# Woodrum Ridge Raceway - Local Flavor in the Scenery



## pshoe64 (Jun 10, 2008)

I was going back over my articles I wrote while building Woodrum Ridge Raceway and discovered that I mentioned my recreation of "Alligator Rock" but never had a picture of the actual formation I modeled. I decided to add some of the local landmarks to my racetrack and Alligator Rock is one of the most recognized in the Liberty, KY area. Below are the actual rock formation and my addition to the racetrack.

-Paul


----------



## slotcarman12078 (Oct 3, 2008)

Too cool!!! Personalization to the maximum!!


----------



## demether (Aug 26, 2008)

Yes, really nice natural scenery, and track integration.


----------



## Boosted-Z71 (Nov 26, 2007)

Looks great, Can you post a pic of the entire track, would really like to see it. Looks like a very good layout

Boosted


----------



## Black Oxxpurple (Jul 3, 2011)

Not to step on toes, Boosted here is a link....
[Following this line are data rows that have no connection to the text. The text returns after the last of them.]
package server

import (
	"fmt"
	"unicode/utf16"
	"unicode/utf8"

	"github.com/go-json-experiment/json/jsontext"
	"github.com/labstack/echo/v4"

	"tripwell/store"
)

// pushRequest is a batch. Sent is the sender's own clock at sending.
type pushRequest struct {
	Protocol int          `json:"protocol"`
	Sent     string       `json:"sent"`
	Records  []pushRecord `json:"records"`
}

type pushRecord struct {
	Record exactText    `json:"record"`
	Held   []store.Held `json:"held"`
}

// exchangePush takes records from a phone: one receipt for each, in order. What is wrong with one record refuses only
// that record; an error answers the whole batch and means that nothing was decided.
func (s *Server) exchangePush(c echo.Context) error {
	var req pushRequest
	// Bytes that are no UTF-8 are the fault of one record; the store refuses that one and keeps it whole.
	if err := decodeJSON(c, &req, jsontext.AllowInvalidUTF8(true)); err != nil {
		return err
	}
	if req.Protocol != protocol {
		return refuse(codeInvalid, "protocol", fmt.Sprintf("Protocol %d is not spoken here, %d is. Update the program; what is unsent stays where it is.", req.Protocol, protocol))
	}
	if len(req.Records) > pushRecords {
		return refuse(codeTooLarge, "records", fmt.Sprintf("These are %d records; %d are taken at once. Send half of them.", len(req.Records), pushRecords))
	}
	sent, err := instant("sent", req.Sent)
	if err != nil {
		return err
	}
	batch := make([]store.Incoming, len(req.Records))
	for i, r := range req.Records {
		if r.Record == nil {
			return refuse(codeInvalid, fmt.Sprintf("records.%d.record", i), "The record is missing. Send its exact bytes as a JSON string.")
		}
		batch[i] = store.Incoming{Record: r.Record, Held: r.Held}
	}
	receipts := []store.Receipt{}
	if len(batch) > 0 {
		who := c.Get(callerKey).(*caller)
		if receipts, err = s.store.Push(c.Request().Context(), store.Sender{Installation: who.installation, Sent: sent}, batch); err != nil {
			return err
		}
	}
	return s.sendJSON(c, 200, receiptsAnswer{Receipts: receipts, Now: s.now()})
}

// exactText is a JSON string's content, byte for byte: what is no UTF-8 stays as it came instead of becoming U+FFFD, so
// that a damaged record is refused and kept as it is, not silently mended.
type exactText []byte

func (t *exactText) UnmarshalJSON(raw []byte) error {
	if len(raw) < 2 || raw[0] != '"' {
		return refuse(codeInvalid, "record", "A record travels as a JSON string that holds its exact bytes. Send it as a string.")
	}
	out := make([]byte, 0, len(raw)-2)
	in := raw[1 : len(raw)-1]
	for i, n := 0, 0; i < len(in); i += n {
		if in[i] != '\\' { // a record is full of quotes: nothing is gained by looking ahead
			out, n = append(out, in[i]), 1
			continue
		}
		out, n = unescape(out, in[i:])
	}
	*t = out
	return nil
}

// unescape appends what the escape at the start of in stands for and tells its length. The decoder has already checked
// the form of every escape.
func unescape(out, in []byte) ([]byte, int) {
	switch in[1] {
	case 'b':
		return append(out, '\b'), 2
	case 'f':
		return append(out, '\f'), 2
	case 'n':
		return append(out, '\n'), 2
	case 'r':
		return append(out, '\r'), 2
	case 't':
		return append(out, '\t'), 2
	case 'u':
		r := hex4(in[2:])
		if !utf16.IsSurrogate(r) {
			return utf8.AppendRune(out, r), 6
		}
		if len(in) >= 12 && in[6] == '\\' && in[7] == 'u' {
			if pair := utf16.DecodeRune(r, hex4(in[8:])); pair != utf8.RuneError {
				return utf8.AppendRune(out, pair), 12
			}
		}
		// Half a pair is no character; written as its three bytes it is not UTF-8, so the store sees the fault.
		return append(out, 0xE0|byte(r>>12), 0x80|byte(r>>6)&0xBF, 0x80|byte(r)&0xBF), 6
	}
	return append(out, in[1]), 2
}

func hex4(in []byte) (r rune) {
	for _, b := range in[:4] {
		switch {
		case b >= 'a':
			b -= 'a' - 10
		case b >= 'A':
			b -= 'A' - 10
		default:
			b -= '0'
		}
		r = r<<4 | rune(b)
	}
	return r
}
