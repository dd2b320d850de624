package server

import (
	"net/http"
	"net/url"
	"regexp"
	"testing"
)

// A manager makes a code, a phone types it; nobody can try codes until one fits.
func TestCode_IsTypedOnceAndGuessingStops(t *testing.T) {
	r := newRig(t, 0)
	office := r.signIn(r.manager)
	type_ := func(b *http.Client, code string) answer {
		return r.submit(b, "/in", url.Values{"link": {code}, "next": {"/field"}}.Encode())
	}
	page := r.submit(office, "/people/"+r.crew.ID+"/code", "")
	m := regexp.MustCompile(`<p class="code">([0-9A-Z]{4}-[0-9A-Z]{4})</p>`).FindStringSubmatch(page.body)
	if m == nil {
		t.Fatalf("got %d, want a page with the code", page.status)
	}
	if res := type_(browser(t), m[1]); res.status != http.StatusSeeOther || res.header.Get("Location") != "/field" || res.header.Get("Set-Cookie") == "" {
		t.Errorf("typed: got %d to %q, want a session and /field", res.status, res.header.Get("Location"))
	}
	if res := type_(browser(t), m[1]); res.status != http.StatusBadRequest || res.header.Get("Set-Cookie") != "" {
		t.Errorf("typed again: got %d, want the page again and no session", res.status)
	}
	good, err := r.store.NewCode(r.crew.ID)
	must(t, err)
	var last answer
	for range 15 {
		last = type_(browser(t), "ZZZZ-ZZZZ")
	}
	if last.status != http.StatusTooManyRequests || last.header.Get("Retry-After") == "" {
		t.Errorf("after 15 wrong codes: got %d, want 429 with Retry-After", last.status)
	}
	if res := type_(browser(t), good); res.status != http.StatusTooManyRequests {
		t.Errorf("a good code while wrong ones pour in: got %d, want 429, else guessing would pay", res.status)
	}
	r.signIn(r.crew) // links are too long to guess and go on
}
https://sites.google.com/site/woodrumridgeracewaythetracks/home/woodrum-ridge-raceway---the-ho-track


----------



## pshoe64 (Jun 10, 2008)

Thanks Rob. I have been building a new website over the last year and there's some additional articles on the WRR track that can be found here.

Speed Inc Website-Woodrum Ridge Raceway

-Paul


----------



## Boosted-Z71 (Nov 26, 2007)

Very Nice

Boosted


----------



## pshoe64 (Jun 10, 2008)

I finally made a new entry on the Woodrum Ridge Raceway website, chronicling the building of the track.* This is the first entry since 2013, so this covers the track being moved and a complete re-wiring and build up of light bridges and Race Director's station.

https://sites.google.com/a/speedinc-slotcars.com/speed-inc---woodrum-ridge-raceway/home/woodrum-ridge-raceway---ho-scale-track/the-big-move-and-rebuild-2016---part-6

-Paul


----------



## XracerHO (Feb 6, 2008)

Track looks GREAT & enjoyed the photos. ..RL


----------